Amazonは、デザイナーとエンジニアに対し、自社オンラインストアで販売しているどんな低価格タブレットよりも優れた100ドル以下のタブレットを作るよう要求したという。その結果できあがったのが、新しい99ドルの「Kindle Fire HD 6」だ。複数のカラーオプションが用意されている。
製品名に含まれている「6」という数字が示すように、これは(画面の対角線の長さが)6インチのタブレットであり、今買える中で最も小さなタブレットだ。スクリーンは1280×800のフルHD解像度(252ppi)で、内蔵メモリは8Gバイトとかなり少ない。16Gバイトモデルも119ドルで提供される。サムスンなどのタブレットと違って、Amazonのタブレットはどれもメモリ拡張の機能を備えていない。
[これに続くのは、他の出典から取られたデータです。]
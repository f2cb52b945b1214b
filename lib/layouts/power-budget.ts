import {
  channelWatts,
  defaultRules,
  dropAt,
  dutyFor,
  findDriverPreset,
  gaugeForScale,
  nominalTrackVolts,
  startAmps,
  surgeLimit,
  trackVoltsOf,
  trainAmps,
  AMPS_TOLERANCE,
  VOLTS_TOLERANCE,
  type DriverPreset,
} from '@/lib/planning';
import type { CabValues, DriverValues, SupplyValues } from '@/db/queries/layout-power';
import { planDriverElectrics, presetDriverValues, type DriverElectrics } from './driver-electrics';

// The power budget of a layout before any timetable: what each supply and driver could be asked to
// carry if every cab ran a train at once. Every figure is an input, a sum or product of inputs, or a
// value from the engine's cited tables (presets, NEM 630), and each result says how it was made.

export interface BudgetInput {
  scale: { name: string; ratio: number };
  /** Share of a supply's rating it may carry continuously (rules derate; 0.8 by default). */
  derate?: number;
  /** How long a start-up surge lasts, s (rules surgeS; 2 s by default). */
  surgeS?: number;
  supplies: (SupplyValues & { id: string })[];
  drivers: (DriverValues & { id: string })[];
  cabs: (CabValues & { id: string })[];
  locomotives: { id: string; name: string; runningAmps: number; stallAmps: number; ratedVolts: number; topSpeedKmh: number; startVolts?: number | null }[];
  trains: { id: string; name: string; locomotiveIds: string[]; lightingAmps: number; lengthMm: number }[];
}

export type Status = 'ok' | 'warning' | 'over';

/**
 * A train's current: lighting plus each locomotive's, running and at start (start-up surge: the stall
 * current scaled by the start voltage under a PWM ramp; the full stall current when not measured).
 */
export interface TrainLoad {
  id: string;
  name: string;
  runningAmps: number;
  surgeAmps: number;
  parts: { label: string; runningAmps: number; stallAmps: number; startAmps: number }[];
  /** The slowest locomotive's top speed: the consist cannot go faster. Null without locomotives. */
  topSpeedKmh: number | null;
}

/** A worst-case sum: which trains, and how much each adds. */
export interface WorstCase {
  amps: number;
  terms: { trainName: string; amps: number }[];
}

export interface SupplyBudget {
  id: string;
  name: string;
  volts: number;
  ratedAmps: number;
  derate: number;
  deratedAmps: number;
  cabCount: number;
  worstRunning: WorstCase;
  worstSurge: WorstCase;
  /** Running load against the derated figure; surge against the rating. */
  status: Status;
  headroomAmps: number;
  messages: string[];
}

export interface DriverBudget {
  id: string;
  name: string;
  supplyName: string;
  supplyVolts: number;
  preset: (Pick<DriverPreset, 'id' | 'label' | 'source' | 'note' | 'minSupplyVolts' | 'maxSupplyVolts'> & { edited: boolean }) | null;
  partNumber: string | null;
  channels: number;
  cabCount: number;
  channelAmps: number;
  channelPeakAmps: number;
  totalAmps: number | null;
  /** What a channel's surge is judged against (the peak while the surge fits its pulse width). */
  surgeLimitAmps: number;
  surgeJudgedContinuous: boolean;
  peakPulseMs: number | null;
  /** The bridge's greatest drop at the heaviest train (NMRA S-9 I.A: at maximum anticipated load). */
  dropVolts: number;
  /** Heat with one heaviest train per used channel, on the least and greatest drop lines, W. */
  heatLowWatts: number;
  heatHighWatts: number;
  packageWatts: number | null;
  /** The heaviest single train on one channel (a channel drives one train at a time). */
  channelRunning: WorstCase;
  channelSurge: WorstCase;
  worstRunning: WorstCase;
  worstSurge: WorstCase;
  trackVolts: number;
  nominalVolts: number | null;
  gaugeMm: number | null;
  status: Status;
  messages: string[];
}

export interface PowerBudget {
  derate: number;
  trains: TrainLoad[];
  supplies: SupplyBudget[];
  drivers: DriverBudget[];
}

/** Lighting plus every locomotive of the consist, running and at start (see startAmps). */
export function trainLoads(input: Pick<BudgetInput, 'locomotives' | 'trains'>): TrainLoad[] {
  const locomotiveOf = new Map(input.locomotives.map((l) => [l.id, l]));
  return input.trains.map((train) => {
    const locomotives = train.locomotiveIds.map((id) => locomotiveOf.get(id)).filter((l) => l !== undefined);
    const parts = [
      ...locomotives.map((l) => ({ label: l.name, runningAmps: l.runningAmps, stallAmps: l.stallAmps, startAmps: startAmps(l) })),
      ...(train.lightingAmps > 0
        ? [{ label: 'lighting', runningAmps: train.lightingAmps, stallAmps: train.lightingAmps, startAmps: train.lightingAmps }]
        : []),
    ];
    const amps = trainAmps(train.lightingAmps, locomotives);
    return {
      id: train.id,
      name: train.name,
      runningAmps: round(amps.runningAmps),
      surgeAmps: round(amps.startAmps),
      parts,
      topSpeedKmh: locomotives.length ? Math.min(...locomotives.map((l) => l.topSpeedKmh)) : null,
    };
  });
}

/**
 * The `k` largest of one current over distinct trains: k cabs running at once carry k different
 * trains (a train is on one cab at a time), so the worst case is the k heaviest. Trains sharing a
 * locomotive cannot really run together; counting them anyway only makes the figure safer.
 */
export function heaviest(loads: TrainLoad[], k: number, which: 'runningAmps' | 'surgeAmps'): WorstCase {
  const terms = [...loads]
    .sort((a, b) => b[which] - a[which] || a.name.localeCompare(b.name))
    .slice(0, Math.max(0, k))
    .map((l) => ({ trainName: l.name, amps: l[which] }));
  return { amps: round(terms.reduce((s, x) => s + x.amps, 0)), terms };
}

const a = (v: number) => `${round(v)} A`;
const w = (x: number) => `${Math.round(x * 100) / 100} W`;
const v = (x: number) => `${Math.round(x * 100) / 100} V`;
/** A warning, unless the status is already over. */
const atLeastWarning = (status: Status): Status => (status === 'over' ? 'over' : 'warning');

export function powerBudget(input: BudgetInput): PowerBudget {
  const derate = input.derate ?? defaultRules.derate;
  const loads = trainLoads(input);
  const gaugeMm = gaugeForScale(input.scale);
  const nominalVolts = gaugeMm === null ? null : nominalTrackVolts(gaugeMm);
  const supplyOf = new Map(input.supplies.map((s) => [s.id, s]));
  const driverOf = new Map(input.drivers.map((d) => [d.id, d]));
  const cabsOnDriver = new Map<string, number>();
  const cabsOnSupply = new Map<string, number>();
  for (const cab of input.cabs) {
    const driver = driverOf.get(cab.driverId);
    if (!driver) continue;
    cabsOnDriver.set(driver.id, (cabsOnDriver.get(driver.id) ?? 0) + 1);
    cabsOnSupply.set(driver.supplyId, (cabsOnSupply.get(driver.supplyId) ?? 0) + 1);
  }

  const supplies: SupplyBudget[] = input.supplies.map((s) => {
    const cabCount = cabsOnSupply.get(s.id) ?? 0;
    const deratedAmps = round(s.amps * derate);
    const worstRunning = heaviest(loads, cabCount, 'runningAmps');
    const worstSurge = heaviest(loads, cabCount, 'surgeAmps');
    const messages: string[] = [];
    let status: Status = 'ok';
    if (worstRunning.amps > s.amps + AMPS_TOLERANCE) {
      status = 'over';
      messages.push(`Running load ${a(worstRunning.amps)} is above the ${a(s.amps)} rating.`);
    } else if (worstRunning.amps > deratedAmps + AMPS_TOLERANCE) {
      status = 'warning';
      messages.push(`Running load ${a(worstRunning.amps)} is above ${Math.round(derate * 100)} % of the rating (${a(deratedAmps)}); continuous loads are best kept to 80 %.`);
    }
    if (worstSurge.amps > s.amps + AMPS_TOLERANCE) {
      status = 'over';
      messages.push(`Start-up surge ${a(worstSurge.amps)} is above the ${a(s.amps)} rating if every cab starts at once.`);
    }
    if (cabCount === 0) messages.push('No cab draws from this supply yet.');
    return {
      id: s.id,
      name: s.name,
      volts: s.volts,
      ratedAmps: s.amps,
      derate,
      deratedAmps,
      cabCount,
      worstRunning,
      worstSurge,
      status,
      headroomAmps: round(deratedAmps - worstRunning.amps),
      messages,
    };
  });

  const surgeS = input.surgeS ?? defaultRules.surgeS;
  const drivers: DriverBudget[] = input.drivers.map((d) => {
    const supply = supplyOf.get(d.supplyId);
    const cabCount = cabsOnDriver.get(d.id) ?? 0;
    const preset = d.presetId ? findDriverPreset(d.presetId) : undefined;
    const electrics = storedElectrics(d);
    const edited = preset !== undefined && !sameRatings(presetDriverValues(preset), { ...d, ...electrics });
    const plan = planDriverElectrics(electrics);
    const drop = plan.drop!;
    const surge = surgeLimit({ channelAmps: d.channelAmps, channelPeakAmps: d.channelPeakAmps, peakPulseS: plan.peakPulseS }, surgeS);
    const channelRunning = heaviest(loads, Math.min(1, cabCount), 'runningAmps');
    const channelSurge = heaviest(loads, Math.min(1, cabCount), 'surgeAmps');
    const worstRunning = heaviest(loads, cabCount, 'runningAmps');
    const worstSurge = heaviest(loads, cabCount, 'surgeAmps');
    const supplyVolts = supply?.volts ?? 0;
    const dropVolts = round(dropAt(drop.max, channelRunning.amps));
    const trackVolts = round(trackVoltsOf(supplyVolts, dropVolts));
    // One heaviest train per used channel: drop × current on each, summed over the package.
    const heatLowWatts = round(worstRunning.terms.reduce((w, t) => w + channelWatts(drop.min, t.amps), 0));
    const heatHighWatts = round(worstRunning.terms.reduce((w, t) => w + channelWatts(drop.max, t.amps), 0));
    const messages: string[] = [];
    let status: Status = 'ok';
    if (channelRunning.amps > d.channelAmps + AMPS_TOLERANCE) {
      status = 'over';
      messages.push(`“${channelRunning.terms[0]?.trainName}” draws ${a(channelRunning.amps)} running, above the ${a(d.channelAmps)} continuous rating of a channel.`);
    }
    if (channelSurge.amps > surge.amps + AMPS_TOLERANCE) {
      status = 'over';
      messages.push(
        surge.continuous
          ? `“${channelSurge.terms[0]?.trainName}” draws ${a(channelSurge.amps)} for its ${surgeS} s start, above the ${a(surge.amps)} continuous rating: the ${a(d.channelPeakAmps)} peak holds ${electrics.peakPulseMs === null ? 'for no stated time' : `for ${electrics.peakPulseMs} ms only`}.`
          : `“${channelSurge.terms[0]?.trainName}” surges to ${a(channelSurge.amps)} at start, above the ${a(d.channelPeakAmps)} peak rating of a channel.`,
      );
    }
    if (d.totalAmps !== null && worstSurge.amps > d.totalAmps + AMPS_TOLERANCE) {
      status = 'over';
      messages.push(`All cabs at once could surge to ${a(worstSurge.amps)}, above the driver's ${a(d.totalAmps)} total rating.`);
    }
    if (electrics.packageWatts !== null && heatHighWatts > electrics.packageWatts + 1e-9) {
      // A warning, as in the plan check: the package rating holds for one mounting at 25 °C.
      status = atLeastWarning(status);
      messages.push(
        `With every cab running its heaviest train the bridge dissipates about ${w(heatLowWatts)} to ${w(heatHighWatts)}, above its ${w(electrics.packageWatts)} package rating: add a heat sink or spread the trains over more drivers.`,
      );
    }
    if (nominalVolts !== null && gaugeMm !== null && trackVolts < nominalVolts - VOLTS_TOLERANCE) {
      status = atLeastWarning(status);
      messages.push(
        `Track gets ${v(trackVolts)} at full throttle with the heaviest train, below the ${nominalVolts} V nominal of NEM 630 Table 1 for ${gaugeMm} mm gauge` +
          (nominalVolts === 12 ? ' (NMRA S-9 I.A: at least 12 V at full throttle at maximum anticipated load)' : '') + '.',
      );
    }
    if (preset && supply) {
      if (supply.volts > preset.maxSupplyVolts + VOLTS_TOLERANCE) {
        status = 'over';
        messages.push(`Supply ${v(supply.volts)} is above the ${v(preset.maxSupplyVolts)} motor-supply maximum of this driver class (${preset.source}).`);
      } else if (preset.minSupplyVolts !== null && supply.volts < preset.minSupplyVolts - VOLTS_TOLERANCE) {
        status = atLeastWarning(status);
        messages.push(`Supply ${v(supply.volts)} is below the ${v(preset.minSupplyVolts)} motor-supply minimum of this driver class (${preset.source}).`);
      }
    }
    if (cabCount === 0) messages.push('No cab uses this driver yet.');
    return {
      id: d.id,
      name: d.name,
      supplyName: supply?.name ?? '—',
      supplyVolts,
      preset: preset
        ? { id: preset.id, label: preset.label, source: preset.source, note: preset.note, minSupplyVolts: preset.minSupplyVolts, maxSupplyVolts: preset.maxSupplyVolts, edited }
        : null,
      partNumber: d.partNumber,
      channels: d.channels,
      cabCount,
      channelAmps: d.channelAmps,
      channelPeakAmps: d.channelPeakAmps,
      totalAmps: d.totalAmps,
      surgeLimitAmps: surge.amps,
      surgeJudgedContinuous: surge.continuous,
      peakPulseMs: electrics.peakPulseMs,
      dropVolts,
      heatLowWatts,
      heatHighWatts,
      packageWatts: electrics.packageWatts,
      channelRunning,
      channelSurge,
      worstRunning,
      worstSurge,
      trackVolts,
      nominalVolts,
      gaugeMm,
      status,
      messages,
    };
  });

  return { derate, trains: loads, supplies, drivers };
}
より大型の7インチモデルである「Kindle Fire HD 7」の開始価格は、8Gバイトメモリ搭載モデルの139ドルだ。それより20ドル高い159ドルの16Gバイトモデルも提供される。Fire HD 7の解像度はFire HD 6と同じだが、ピクセル密度は216ppiでFire HD 6よりも低い。両モデルとも、2013年に発売された前世代のKindle Fire HDより画面が明るく、「Dolby Digital Plus Audio」を備え、アップデートされたAmazonの「Fire OS 4.0」(「Sangria」)を搭載する。同OSは「Android 4.4」(「KitKat」)のカスタマイズバージョンで、「Family Library」や「Firefly」、Amazonが無料で提供するクラウド写真ストレージ機能(Fireデバイスで撮影した写真用)が含まれる(注目すべきことに、2013年の第3世代Fireタブレットはすべて無料で新しいFire OS 4.0にアップグレードできる)。
Amazon製タブレットの歴史を追っている人のために説明しておくと、Fire HD 7は同社の第3世代のKindle Fire HDである。2013年に発売され、現在も販売されているハイエンドの「Kindle Fire HDX 7」と混同してはいけない。
ニューヨークで開催の新型タブレットとE-Inkリーダーの非公開説明会で、Amazon関係者は、99ドルのFire HDをサムスンの「GALAXY Tab 3 Lite」や「GALAXY Tab 4」といった他社の低価格タブレットと敢えて比較した。それらのタブレットの価格は優に100ドルを超える(Barnes & Nobleの米国限定の「GALAXY Tab 4 NOOK」は179ドルだ)。
Amazonによると、Fire HDのプロセッサ(1.5GHzで動作するクアッドコアの「MediaTek」)は、競合他社の低価格タブレットに搭載のプロセッサより高性能だという(Amazonは、グラフィックス性能はサムスンTab 4のプロセッサの3倍だとしている)。
新しいFire HDは前面と背面にカメラを備え(前面カメラは2メガピクセル、背面カメラはVGA)、8時間の「読書、音楽鑑賞、映画鑑賞、ウェブブラウジング」が可能だ。このバッテリ性能評価は前世代のFire HDと同じである。
筆者が短時間実機に触れた限りでは、動作はかなり機敏で、手に持つと頑丈な感じがした(ディスプレイは「Gorilla Glass」)。高級なタブレットという感じはせず、「Kindle Fire HDX 8.9」のような超薄型ボディでもない(7インチのFire HDの重量は前世代の7インチFireと同じだ)。しかし、99ドルのエントリレベルのタブレットとして見ると、感触や仕上げはほかの一般的なタブレットに比べて頭一つ抜けているように思える。